1. SA Node: dominant; intrinsic rate of 60-100bpm
2. AV Node: back-up pacemaker; intrinsic rate of 40-60bpm
3. Ventricular cells: back-up pacemaker; intrinsic rate of 20-45bpm

Question 17

What is “situs inversus” and how must we adapt an ECG for it?

Answer 17

Situs inversus is a genetic condition in which the organs in the chest and abdomen are positioned in a mirror image from their normal positions

Therefore perform ECG for RHS

Question 18

What is Rule 1 of the ECG?

Answer 18

PR interval should be 120-200 milliseconds, or, 3-5 little squares

Question 19

What is Rule 2 of the ECG?

Answer 19

Width of the QRS complex should not exceed 120ms (3 small squares)

Question 20

What is Rule 3 of the ECG?

Answer 20

QRS complex should be dominantly upright (positive) in Leads I and II

Question 21

What is Rule 4 of the ECG?

Answer 21

QRS Complex and T wave tend to have the same general direction in the limb leads

i.e. if you have a negative QRS you should get a negative T wave

Question 22

What is Rule 5 of the ECG?

Answer 22

All waves are negative in aVR

Question 23

What is Rule 6 of the ECG?

Answer 23

R wave: grows from V1 to V4

S wave: grows from V1 to V3, disappears in V6

Question 24

What is Rule 7 of the ECG?

Answer 24

ST segment should start isoelectric,
Except in V1 and V2 where it may be elevated

Question 25

What is Rule 8 of the ECG?

Answer 25

P wave should be upright (positive) in I, II and V2-V6

Question 26

What is Rule 9 of the ECG?

Answer 26

Should be no Q wave, or only a small Q wave less than 0.04 seconds (1 small square) in I, II and V2-V6

Question 27

What is Rule 10 of the ECG?

Answer 27

T waves must be upright in I, II and V2-V6

Question 28

What might tall, pointed P waves indicate?

Answer 28

Right atrial enlargement (P pulmonale)

Question 29

What might notched/bifid (M shaped) P waves in limb leads indicate?

Answer 29

Left atrial enlargement (P mitrale)

Question 30

What might a short PR interval with a delta wave indicate?

Answer 30

Wolf-Parkinson White pattern

Question 31

What might a long PR interval indicate?

Answer 31

First degree heart block

Question 32

What will the QRS complex look like in LVH vs. RVH?

Answer 32

LVH:
Elongated R wave in V1
inverted T wave in V6

RVH:
Absent S wave in V1
Flat T in V6

Question 33

What criteria do we use to diagnose LVH?

Answer 33

S wave in V1 + R wave in V5 or V6 (which ever is tallest) > 35mm

Question 34

What is the ‘J’ point?

Answer 34

Point between the QRS complex and ST segment

Question 35

What is a STEMI?

Answer 35

ST segment elevation myocardial infarction

Question 36

What is the morphology of an abnormal T wave?

Answer 36

Symmetrical; tall; peaked; biphasic or inverted

Question 37

What happens to the QT interval when heart rate increases?

Answer 37

QT interval shortens

Question 38

What is the U wave?

Answer 38

U waves are thought to represent repolarization of the Purkinje fibers. However, the exact source of the U wave remains unclear.

Question 39

Regular rhythm: how can we calculate HR?

Answer 39

The 300 method: count the number of “big boxes” between two QRS complexes and then divide 300 by this number

Question 40

Irregular rhythm: how can we calculate HR?

Answer 40

ECG records 10 seconds of rhythm per page. Count the number of beats during these 10 seconds and multiply by 6.

Question 41

What is axis deviation?

Answer 41

The normal QRS axis should be between -30 and +90 degrees.

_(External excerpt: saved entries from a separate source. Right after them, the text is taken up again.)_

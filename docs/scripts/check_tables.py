"""Published values beside what the library computes, from the tables that the tests read.

Run as a script it prints what is off and fails; the documentation's build does the same.
"""

from __future__ import annotations

import math
import sys
from collections.abc import Callable
from pathlib import Path
from typing import Any, NamedTuple

if __name__ == "__main__":
    sys.path.insert(0, str(Path(__file__).parents[2]))

from unit_tables import list_table, literal

from tests.published import tables
from tests.published.tables import Check
from wellindex import (
    Quantity,
    Survey,
    equivalent_radius,
    permeability_from_conductivity,
    productivity_index,
    unit_system,
    ureg,
    well_index,
)

#: The library must meet the independent computation this well, whatever the printed digits are.
INDEPENDENT = 1e-8

_LIBRARY = "library"
_UNITS = "library's units"
_OTHER = "independent only"
_BLOCK = ("dx", "dy", "dz", "kx", "ky", "kz", "rw")
_HEADINGS = {
    "comparison_1981": "The grid of the 1981 comparison",
    "equivalent_radius": "Equivalent radius",
    "geometric_factor": "Fraction of the circle",
    "groundwater": "Groundwater",
    "productivity": "Productivity of wells in textbooks",
    "pure_constants": "Pure constants",
    "survey": "Surveys",
    "trade_constants": "Constants of the trade",
    "unit_constants": "Units",
}


class Row(NamedTuple):
    """A check with the value that stands beside the printed one, and who computed it."""

    check: Check
    value: float
    by: str

    @property
    def difference(self) -> float | None:
        """The printed number less the computed, as a part of it."""
        if self.check.printed is None:
            return None
        return self.check.printed / self.value - 1.0

    @property
    def miss(self) -> str:
        """What is off, or nothing."""
        name = f"{self.check.subject}/{self.check.id}"
        if self.difference is not None and abs(self.difference) > self.check.tolerance:
            return f"{name}: printed {self.check.printed}, computed {self.value!r}"
        independent = abs(self.value / self.check.computed - 1.0)
        if independent > min(INDEPENDENT, self.check.tolerance):
            return f"{name}: library {self.value!r}, independently {self.check.computed!r}"
        return ""


def _quantity(value: Any) -> Quantity:
    return ureg.Quantity(value) if isinstance(value, str) else ureg.Quantity(value, "dimensionless")


def _radius(check: Check, **more: Any) -> Quantity:
    plane = {name: check.inputs[name] for name in ("dx", "dy", "kx", "ky")}
    return equivalent_radius(**plane, **more)


def _over_diagonal(check: Check) -> Quantity:
    dx, dy = _quantity(check.inputs["dx"]), _quantity(check.inputs["dy"])
    return _radius(check) / (dx**2 + dy**2) ** 0.5


def _block(check: Check, **more: Any) -> Quantity:
    return well_index(**{name: check.inputs[name] for name in _BLOCK}, **more)


def _near_sides(check: Check) -> Quantity:
    """Return the index with the radius that the table gives for the block's closed sides."""
    radius = check.id.replace("-index", "-radius")
    (row,) = (r for r in tables.load(check.subject) if r.id == radius)
    return _block(check, equivalent_radius=f"{row.computed!r} {row.unit}")


def _sector(check: Check) -> Quantity:
    """Return the sector that a placement brings: the index over that of a full circle."""
    block = dict.fromkeys(("dx", "dy", "dz"), "1 m") | dict.fromkeys(("kx", "ky", "kz"), "1 D")
    place = str(check.inputs["placement"])
    r0 = equivalent_radius(dx="1 m", dy="1 m", kx="1 D", ky="1 D", placement=place)
    placed = well_index(**block, rw="1 cm", placement=place)
    return placed / well_index(**block, rw="1 cm", equivalent_radius=r0)


def _conductivity(check: Check) -> Quantity:
    given = check.inputs
    return permeability_from_conductivity(
        conductivity=given["conductivity"], viscosity=given["mu"], density=given["rho"]
    )


def _productivity(check: Check, **changed: Any) -> Quantity:
    given = {**check.inputs, **changed}
    return productivity_index(
        against={"outer_boundary": "boundary"}.get(given["against"], given["against"]),
        viscosity=given["mu"],
        formation_volume_factor=given["formation_volume_factor"],
        k=given["k"],
        h=given["h"],
        re=given["re"],
        rw=given["rw"],
        skin=given.get("skin", 0),
    )


def _permeability(check: Check) -> Quantity:
    per_darcy = _productivity(check, k="1 D") / ureg.Quantity(1.0, "D")
    return _quantity(check.inputs["productivity_index"]) / per_darcy


def _skin(check: Check) -> Quantity:
    ideal = _productivity(check) / _quantity(check.inputs["productivity_index"])
    ratio = (_quantity(check.inputs["re"]) / _quantity(check.inputs["rw"])).m_as("dimensionless")
    return (ideal - 1) * (math.log(ratio) - 0.75)


def _leg(check: Check) -> Quantity:
    """Return a number of one leg by minimum curvature."""
    given, what = check.inputs, str(check.inputs["what"])
    columns = ("measured_depth", "inclination", "azimuth")
    survey = Survey(*([given[f"{name}_{end}"] for end in (1, 2)] for name in columns))
    if what == "dogleg":
        return survey.dogleg[0]
    if what == "ratio":
        half = float(survey.dogleg[0].m_as("radian")) / 2.0
        return _quantity(math.tan(half) / half)
    return survey.points[-1][("east", "north", "down").index(what)]


def _test_hole(check: Check) -> Quantity:
    """Return where the test hole of equal turns ends."""
    legs = int(check.inputs["legs"])
    parts = [n / legs for n in range(legs + 1)]
    depth, angle = (
        ureg.Quantity([part * _quantity(check.inputs[name]).magnitude for part in parts], unit)
        for name, unit in (("length", "ft"), ("inclination", "degree"))
    )
    survey = Survey(depth, angle, ureg.Quantity([0.0] * (legs + 1), "degree"))
    return survey.points[-1][("east", "north", "down").index(str(check.inputs["what"]))]


def _constant(check: Check) -> Quantity:
    value = check.factor_value
    for term in check.terms:
        value *= float(ureg.Quantity(term.of).m_as(term.unit)) ** term.power
    return ureg.Quantity(value, check.unit)


def _radius_constant(check: Check) -> Quantity:
    """Return the constant of the equivalent radius as the library's radius holds it."""
    radius = equivalent_radius(dx="1 m", dy="1 m", kx="1 D", ky="1 D").m_as("m")
    per_diagonal = radius / math.sqrt(2.0)
    return _quantity(per_diagonal * (2.0 if check.id.endswith("0.28") else 1.0))


_BY_QUANTITY: dict[str, tuple[str, Callable[[Check], Quantity]]] = {
    "equivalent_radius": (_LIBRARY, _radius),
    "equivalent_radius_half_block": (_LIBRARY, _radius),
    "equivalent_radius_off_centre": (_LIBRARY, _radius),
    "equivalent_radius_over_diagonal": (_LIBRARY, _over_diagonal),
    "equivalent_radius_placed": (
        _LIBRARY,
        lambda check: _radius(check, placement=check.inputs["placement"]),
    ),
    "well_index": (_LIBRARY, _block),
    "well_index_near_sides": ("library, radius given", _near_sides),
    "sector": (_LIBRARY, _sector),
    "permeability_from_conductivity": (_LIBRARY, _conductivity),
    "productivity_index": (_LIBRARY, _productivity),
    "rate": (_LIBRARY, lambda check: _productivity(check) * _quantity(check.inputs["drawdown"])),
    "vogel_part": (
        "library's J, by hand",
        lambda check: _productivity(check) * _quantity(check.inputs["p_bubble"]) / 1.8,
    ),
    "permeability_from_productivity": ("library's J, by hand", _permeability),
    "skin_from_productivity": ("library's J, by hand", _skin),
    "productivity_index_from_rate": (
        _UNITS,
        lambda check: _quantity(check.inputs["rate"]) / _quantity(check.inputs["drawdown"]),
    ),
    "drainage_radius": (
        _UNITS,
        lambda check: (_quantity(check.inputs["area"]) / math.pi) ** 0.5,
    ),
    "minimum_curvature": (_LIBRARY, _leg),
    "test_hole": (_LIBRARY, _test_hole),
    "unit": (_UNITS, _constant),
    "trade constant": (_UNITS, _constant),
}
_BY_ID = {
    "radius-constant-0.14": (_LIBRARY, _radius_constant),
    "radius-constant-0.28": (_LIBRARY, _radius_constant),
}


def _row(check: Check) -> Row:
    by, route = _BY_ID.get(check.id) or _BY_QUANTITY.get(check.quantity, (_OTHER, None))
    if route is None or (route is _constant and not check.terms):
        return Row(check, check.computed, _OTHER)
    with unit_system("si"):
        return Row(check, float(route(check).m_as(check.unit)), by)


def compute() -> dict[str, list[Row]]:
    """Return every table with the library's values."""
    return {
        subject: [_row(check) for check in tables.load(subject)] for subject in tables.subjects()
    }


def missed(computed: dict[str, list[Row]]) -> list[str]:
    """Say which rows are off their tolerance."""
    return [row.miss for rows in computed.values() for row in rows if row.miss]


def _cells(row: Row) -> list[str]:
    check = row.check
    unit = "" if check.unit == "dimensionless" else f" {check.unit}"
    printed = "none" if check.printed is None else f"{check.printed!r}{unit}"
    difference = "" if row.difference is None else f"{row.difference:+.1e}"
    status = f"{check.status}. {check.flag}" if check.flag else check.status
    source = check.source
    if check.obtained not in source:
        source = f"{source} ({check.obtained})"
    return [
        check.title.replace("*", r"\*").replace("|", r"\|"),
        printed.replace("*", r"\*"),
        f"{row.value:.10g}{unit}".replace("*", r"\*"),
        difference,
        row.by,
        source.replace("*", r"\*"),
        status.replace("*", r"\*"),
    ]


def page(computed: dict[str, list[Row]]) -> str:
    """Return the tables as reStructuredText."""
    rows = [row for table in computed.values() for row in table]
    printed = sum(row.check.printed is not None for row in rows)
    ours = sum(row.by != _OTHER for row in rows)
    parts = [
        f"{len(rows)} rows, {printed} of them printed in a source; the library computes {ours}.\n"
    ]
    head = ("What", "Printed", "Computed", "Difference", "By", "Source", "Status")
    for subject, table in computed.items():
        heading = _HEADINGS.get(subject, subject)
        parts += [heading, "-" * len(heading), "", tables.about(subject), ""]
        parts += [f"Table {literal(subject)}.", ""]
        parts.append(list_table(head, map(_cells, table)))
    return "\n".join(parts)


def main() -> int:
    """Print what is off; return 1 if anything is."""
    computed = compute()
    off = missed(computed)
    print("\n".join(off) or f"{sum(map(len, computed.values()))} rows within their tolerance")
    return 1 if off else 0


if __name__ == "__main__":
    sys.exit(main())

Left axis deviation is defined as the major QRS vector, falling between -30 and -90 degrees.

Right axis deviation occurs with the QRS axis and is between +90 and +180 degrees

Question 42

What pattern would you see in RBBB vs LBBB?

Answer 42

RBBB
V1 - m pattern
V6 - w pattern

LBBB
V1 - w pattern
V2 - m pattern

Question 43

What view of the heart does the Lead I give rise to?

Answer 43

Lateral view

Question 44

What view of the heart does the Lead II give rise to?

Answer 44

Inferior view

Question 45

What view of the heart does the Lead III give rise to?

Answer 45

Inferior view

Question 46

What view of the heart does aVR give rise to?

Answer 46

Lateral view

Question 47

What view of the heart does aVL give rise to?

Answer 47

Lateral view

Question 48

What view of the heart does aVF give rise to?

Answer 48

Inferior view

Question 49

What view of the heart does the V1 lead give rise to?

Answer 49

Septal view

Question 50

What view of the heart does the V2 lead give rise to?

Answer 50

Anterior /Septal

Question 51

What view of the heart does the V3 lead give rise to?

Answer 51

Anterior view of the heart

Question 52

What view of the heart does the V4 lead give rise to?

Answer 52

Anterior view of the heart

Question 53

What view of the heart does the V5 lead give rise to?

Answer 53

Lateral view of the heart

Question 54

What view of the heart does the V6 lead give rise to?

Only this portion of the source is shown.